TAMPA, Fla. & MINNEAPOLIS, Oct 06, 2011 (BUSINESS WIRE) -- Biovest International, Inc. (otcqb:BVTI), a majority-owned subsidiary of Accentia Biopharmaceuticals, Inc. (otcqb:ABPI), today announced that it has started the process to conduct clinical pre-filing discussions with various regulatory agencies including Health Canada, the U.S. Food & Drug Administration (FDA) and the European Medicines Agency (EMA). The first agency meeting is confirmed and on the calendar with other meetings expected to follow. The meetings will focus on the Company's plans to seek regulatory approval for BiovaxID(R), Biovest's personalized cancer vaccine initially targeting follicular lymphoma, and will help determine the next steps and requirements in the process. The Company expects to discuss various regulatory approaches to facilitate the submission of marketing applications at the earliest possible date.
Anticipated Regulatory Milestones:
-- Request Pre-filing Meetings with Health Canada, FDA and EMA (4Q 2011) -- First regulatory meeting request has been submitted and is scheduled to occur prior to year-end.

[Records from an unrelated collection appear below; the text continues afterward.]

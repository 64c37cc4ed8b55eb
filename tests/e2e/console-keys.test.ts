/// <reference lib="dom" />
import { mkdirSync, mkdtempSync, rmSync } from 'node:fs';
import { tmpdir } from 'node:os';
import path from 'node:path';
import { chromium, type BrowserContext, type Page } from 'playwright-core';
import { afterAll, beforeAll, describe, expect, it } from 'vitest';
import { signIn } from './console-session.js';
import { startServerProcess, type ServerProcess } from './server-process.js';

const CHROMIUM = process.env.CHROMIUM_PATH ?? '/usr/bin/chromium';
const SCREENSHOTS = path.resolve('tests/e2e/screenshots'); // git-ignored
const SHOP_ORIGIN = 'https://shop.harborlane.test'; // demo-scenario.md: Harbor Lane's shop

const dataDir = mkdtempSync(path.join(tmpdir(), 'treadwise-e2e-keys-'));
let server: ServerProcess;
const contexts: BrowserContext[] = [];
const profileDirs: string[] = [];

/** A fresh browser profile per user, so one user's stored sign-in never leaks into another's test. */
async function freshPage(width = 1280): Promise<Page> {
  const profileDir = mkdtempSync(path.join(tmpdir(), 'treadwise-chromium-'));
  profileDirs.push(profileDir);
  const context = await chromium.launchPersistentContext(profileDir, {
    executablePath: CHROMIUM,
    headless: true,
    viewport: { width, height: 800 },
    args: ['--headless', '--no-sandbox', '--disable-gpu', '--disable-quic', '--no-first-run', '--disable-background-networking', '--disable-component-update', '--disable-sync'],
  });
  contexts.push(context);
  return context.newPage();
}

/** Calls the sizing API with a key as a shop page on SHOP_ORIGIN would. */
function sizeWith(key: string): Promise<Response> {
  return fetch(`${server.url}/v1/calculations/voltage-drop`, {
    method: 'POST',
    headers: { 'content-type': 'application/json', authorization: `Bearer ${key}`, origin: SHOP_ORIGIN },
    body: JSON.stringify({ supplyVoltageV: 24, currentA: 2, lengthM: 8, conductor: { crossSectionMm2: 0.75 } }),
  });
}

beforeAll(async () => {
  server = await startServerProcess({ DATA_DIR: dataDir });
  mkdirSync(SCREENSHOTS, { recursive: true });
});

afterAll(async () => {
  for (const context of contexts) await context.close();
  await server?.stop();
  rmSync(dataDir, { recursive: true, force: true });
  for (const dir of profileDirs) rmSync(dir, { recursive: true, force: true });
});

describe('the keys screen in Chromium', () => {
  it('lets the demo admin create an embed key, see it once, and revoke it', async () => {
    const page = await freshPage();
    await page.goto(`${server.url}/keys`, { waitUntil: 'networkidle' });
    expect(new URL(page.url()).pathname).toBe('/sign-in'); // not signed in yet
    await page.screenshot({ path: path.join(SCREENSHOTS, 'sign-in-desktop.png') });
    await signIn(page, 'mira@harborlane.test'); // demo-scenario.md: Harbor Lane's admin
    await page.waitForSelector('[data-testid="key-table"]', { timeout: 15_000 });
    expect(new URL(page.url()).pathname).toBe('/keys'); // back where the visit began
    await page.screenshot({ path: path.join(SCREENSHOTS, 'keys-desktop.png'), fullPage: true });

    await page.click('[data-testid="create-key"]');
    await page.click('[data-testid="key-kind"] >> text=Embed');
    await page.fill('[data-testid="key-name"]', 'Stair pages');
    await page.fill('[data-testid="key-origins"]', SHOP_ORIGIN);
    await page.screenshot({ path: path.join(SCREENSHOTS, 'key-create.png') });
    await page.click('[data-testid="create-key-submit"]');

    const tokenCell = page.locator('[data-testid="new-token"]');
    await tokenCell.waitFor({ timeout: 15_000 });
    const token = (await tokenCell.innerText()).trim();
    // api-contract.md: tw_embed_<keyId>_<secret>; the secret is 24 random bytes in base64url (api/auth/key-format.ts).
    const parts = /^tw_embed_([A-Za-z0-9]+)_([A-Za-z0-9_-]{32})$/.exec(token);
    expect(parts).not.toBeNull();
    const [, keyId, secret] = parts!;
    expect(await page.locator('[data-testid="once-warning"]').innerText()).toContain('shown only this once');
    await page.screenshot({ path: path.join(SCREENSHOTS, 'key-shown-once.png') });
    expect((await sizeWith(token)).status).toBe(200); // the key works from its origin
    // The page tags pin the script this server publishes, with its integrity hash and the new key.
    const manifest = (await (await fetch(`${server.url}/embed/v1/manifest.json`)).json()) as { url: string; integrity: string };
    const tags = page.locator('[data-testid="snippet-HTML"]');
    await expect.poll(() => tags.innerText(), { timeout: 15_000 }).toContain(`integrity="${manifest.integrity}"`);
    expect(await tags.innerText()).toContain(`${manifest.url}"`);
    expect(await tags.innerText()).toContain(`embed-key="${token}"`);

    await page.click('[data-testid="secret-done"]');
    await tokenCell.waitFor({ state: 'detached' });
    const row = page.locator(`tr[data-key-id="${keyId}"]`);
    await row.waitFor();
    expect(await row.locator('[data-testid="key-status"]').innerText()).toBe('active');
    expect(await page.content()).not.toContain(secret!); // the secret is nowhere on the page any more

    await row.locator('[data-testid="revoke-key"]').click();
    expect(await page.locator('[data-testid="revoke-title"]').innerText()).toContain('Stair pages');
    await page.click('[data-testid="revoke-confirm"]');
    await expect.poll(() => row.locator('[data-testid="key-status"]').innerText(), { timeout: 15_000 }).toBe('revoked');
    expect(await row.locator('[data-testid="revoke-key"]').count()).toBe(0);

    const refused = await sizeWith(token);
    expect(refused.status).toBe(401);
    expect((await refused.json()).code).toBe('credential_revoked'); // api-contract.md credential failure codes

    await page.click('[data-testid="account"]');
    await page.click('[data-testid="sign-out"]');
    await page.waitForURL((url) => url.pathname === '/sign-in');
    await page.goto(`${server.url}/keys`, { waitUntil: 'networkidle' });
    expect(new URL(page.url()).pathname).toBe('/sign-in'); // the stored sign-in is gone too
  });

  it('shows a viewer no keys and no create button', async () => {
    const page = await freshPage(360); // a phone's width
    await page.goto(server.url, { waitUntil: 'networkidle' });
    await signIn(page, 'ines@harborlane.test'); // demo-scenario.md: Harbor Lane's viewer
    expect(await page.locator('[data-testid="role"]').innerText()).toBe('viewer');
    await page.click('button[aria-label="Toggle navigation"]'); // the navigation slides in on a phone
    const sections = await page.locator('mat-nav-list a').allInnerTexts();
    expect(sections.map((s) => s.trim())).not.toContain('Keys');

    await page.goto(`${server.url}/keys`, { waitUntil: 'networkidle' });
    await page.waitForSelector('[data-testid="not-allowed"]', { timeout: 15_000 });
    expect(await page.locator('[data-testid="create-key"]').count()).toBe(0);
    await page.screenshot({ path: path.join(SCREENSHOTS, 'viewer-phone.png'), fullPage: true });

    await page.click('[data-testid="account"]');
    const schemeItem = page.locator('[data-testid="color-scheme"]');
    await schemeItem.click(); // system → light
    await expect.poll(() => schemeItem.innerText()).toContain('light');
    await schemeItem.click(); // light → dark
    await expect.poll(() => schemeItem.innerText()).toContain('dark');
    expect(await page.evaluate(() => document.documentElement.style.colorScheme)).toBe('dark');
    await page.keyboard.press('Escape');
    await page.screenshot({ path: path.join(SCREENSHOTS, 'viewer-phone-dark.png'), fullPage: true });
  });
});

-- The regulatory meetings will be based on formal briefing packets submitted pre-meeting, setting forth the comprehensive body of clinical data available from the Company's controlled, randomized Phase III study for the treatment of follicular lymphoma; the Phase II study for the treatment of follicular lymphoma; and the Phase II study for the treatment of mantle cell lymphoma.

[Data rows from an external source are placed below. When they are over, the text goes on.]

import { mkdtempSync, rmSync } from 'node:fs';
import { tmpdir } from 'node:os';
import path from 'node:path';
import { afterAll, describe, expect, it } from 'vitest';
import { startServerProcess, type ServerProcess } from './server-process.js';

const dataDir = mkdtempSync(path.join(tmpdir(), 'treadwise-meter-crash-'));
afterAll(() => rmSync(dataDir, { recursive: true, force: true }));

// Only the call-count rule writes: the interval is an hour.
const METER = { USAGE_FLUSH_AFTER_CALLS: '5', USAGE_FLUSH_INTERVAL_MS: '3600000' };

const sizeWith = (url: string, key: string) =>
  fetch(`${url}/v1/calculations/voltage-drop`, {
    method: 'POST',
    headers: { 'content-type': 'application/json', authorization: `Bearer ${key}` },
    body: JSON.stringify({ supplyVoltageV: 24, currentA: 2, lengthM: 10, conductor: { crossSectionMm2: 0.75 } }),
  });

/** Resolves once the server has logged a finished usage write (debug level). */
async function usageWritten(server: ServerProcess): Promise<void> {
  while (!server.stdout().includes('"msg":"usage counters written"')) await new Promise((r) => setTimeout(r, 20));
}

describe('metering across a crash', () => {
  it('keeps the calls written before a SIGKILL: a crash costs fewer than USAGE_FLUSH_AFTER_CALLS', async () => {
    const first = await startServerProcess({ DATA_DIR: dataDir, LOG_LEVEL: 'debug', ...METER });
    const key = /harbor-lane\s+server\s+(tw_server_\S+)/.exec(first.stdout())![1];
    for (let i = 0; i < 7; i++) expect((await sizeWith(first.url, key)).status).toBe(200);
    await usageWritten(first); // the write the fifth call started
    expect(await first.kill('SIGKILL')).toBe('SIGKILL');

    const second = await startServerProcess({ DATA_DIR: dataDir, ...METER });
    const usage = await fetch(`${second.url}/v1/usage`, { headers: { authorization: `Bearer ${key}` } });
    const body = await usage.json();
    // 7 answered, 5 written; the 2 since were in memory only.
    expect(body.totals.requests).toBe(5);
    expect(body.quota.usedThisMonth).toBe(5);
    expect(await second.stop()).toBe(0);
  });
});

-- Conduct Pre-filing Clinical Meetings with Health Canada, FDA and EMA (Q4 2011 & 1H 2012) -- These clinical meetings represent each agency's first full regulatory review of the body of BiovaxID clinical data from the three clinical trials which collectively were conducted over approximately fifteen years. It is anticipated that the meetings will: cover the clinical data review; discuss the Company's desire to seek regulatory approvals based on the available data; and secure each agency's respective feedback and guidance regarding the potential next steps or requirements to filing applications seeking approval.
To further discuss this strategy, Biovest is scheduled to present this morning at the MD Becker Partners Cancer Immunotherapy Conference at the New York Academy of Medicine at 9:00 a.m. EDT, and the presentation will be webcast with the live and archived versions of the broadcast available at the Media Center on Biovest's corporate website at http://www.Biovest.com .

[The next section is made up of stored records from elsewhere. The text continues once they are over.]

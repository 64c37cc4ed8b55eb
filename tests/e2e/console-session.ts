import type { Page } from 'playwright-core';

/** The documented demo password (api/db/demo-data.ts, printed at the first start). */
export const DEMO_PASSWORD = 'treadwise-demo';

/** Fills the console's sign-in page, which any signed-in page sends a visitor to first. */
export async function signIn(page: Page, email: string, password = DEMO_PASSWORD): Promise<void> {
  await page.waitForSelector('[data-testid="email"]', { timeout: 15_000 });
  await page.fill('[data-testid="email"]', email);
  await page.fill('[data-testid="password"]', password);
  await page.click('[data-testid="sign-in"]');
  await page.waitForSelector('mat-toolbar [data-testid="organization"]', { timeout: 15_000 });
}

Biovest's President, Mr. Samuel S. Duffey, stated, "As a highly-personalized active immunotherapeutic, BiovaxID does not induce immunosuppression, and spares patients from the serious potential side effects related to extended immunosuppression or radiation exposure. BiovaxID represents a potentially novel option for consolidation therapy that in our Phase 3 clinical trial was demonstrated to be safe and effective in treated patients. Utilizing a protein present only on cancerous B-cells, the effectiveness of BiovaxID is unlikely to be compromised when tumor cells become resistant to, or escape from, existing therapies. Because of its mode of action, safety, efficacy and targeted nature, BiovaxID may indeed be a nearly ideal consolidation agent for follicular lymphoma. We anticipate that these upcoming pre-filing clinical meetings will prelude additional manufacturing (CMC) meetings with the respective agencies. We look forward to each agency's collective feedback, as their input and guidance will be critical to our regulatory strategy."
About Biovest International, Inc.
Biovest International, Inc. is an emerging leader in the field of active personalized immunotherapies. In collaboration with the National Cancer Institute, Biovest has developed a patient-specific, cancer vaccine, BiovaxID(R), with three clinical trials completed, including a Phase III study, demonstrating evidence of safety and efficacy for the treatment of indolent follicular non-Hodgkin's lymphoma.
Headquartered in Tampa, Florida with its bio-manufacturing facility based in Minneapolis, Minnesota, Biovest is publicly-traded on the OTCQB(TM) Market with the stock-ticker symbol "BVTI," and is a majority-owned subsidiary of Accentia Biopharmaceuticals, Inc. (otcqb:"ABPI").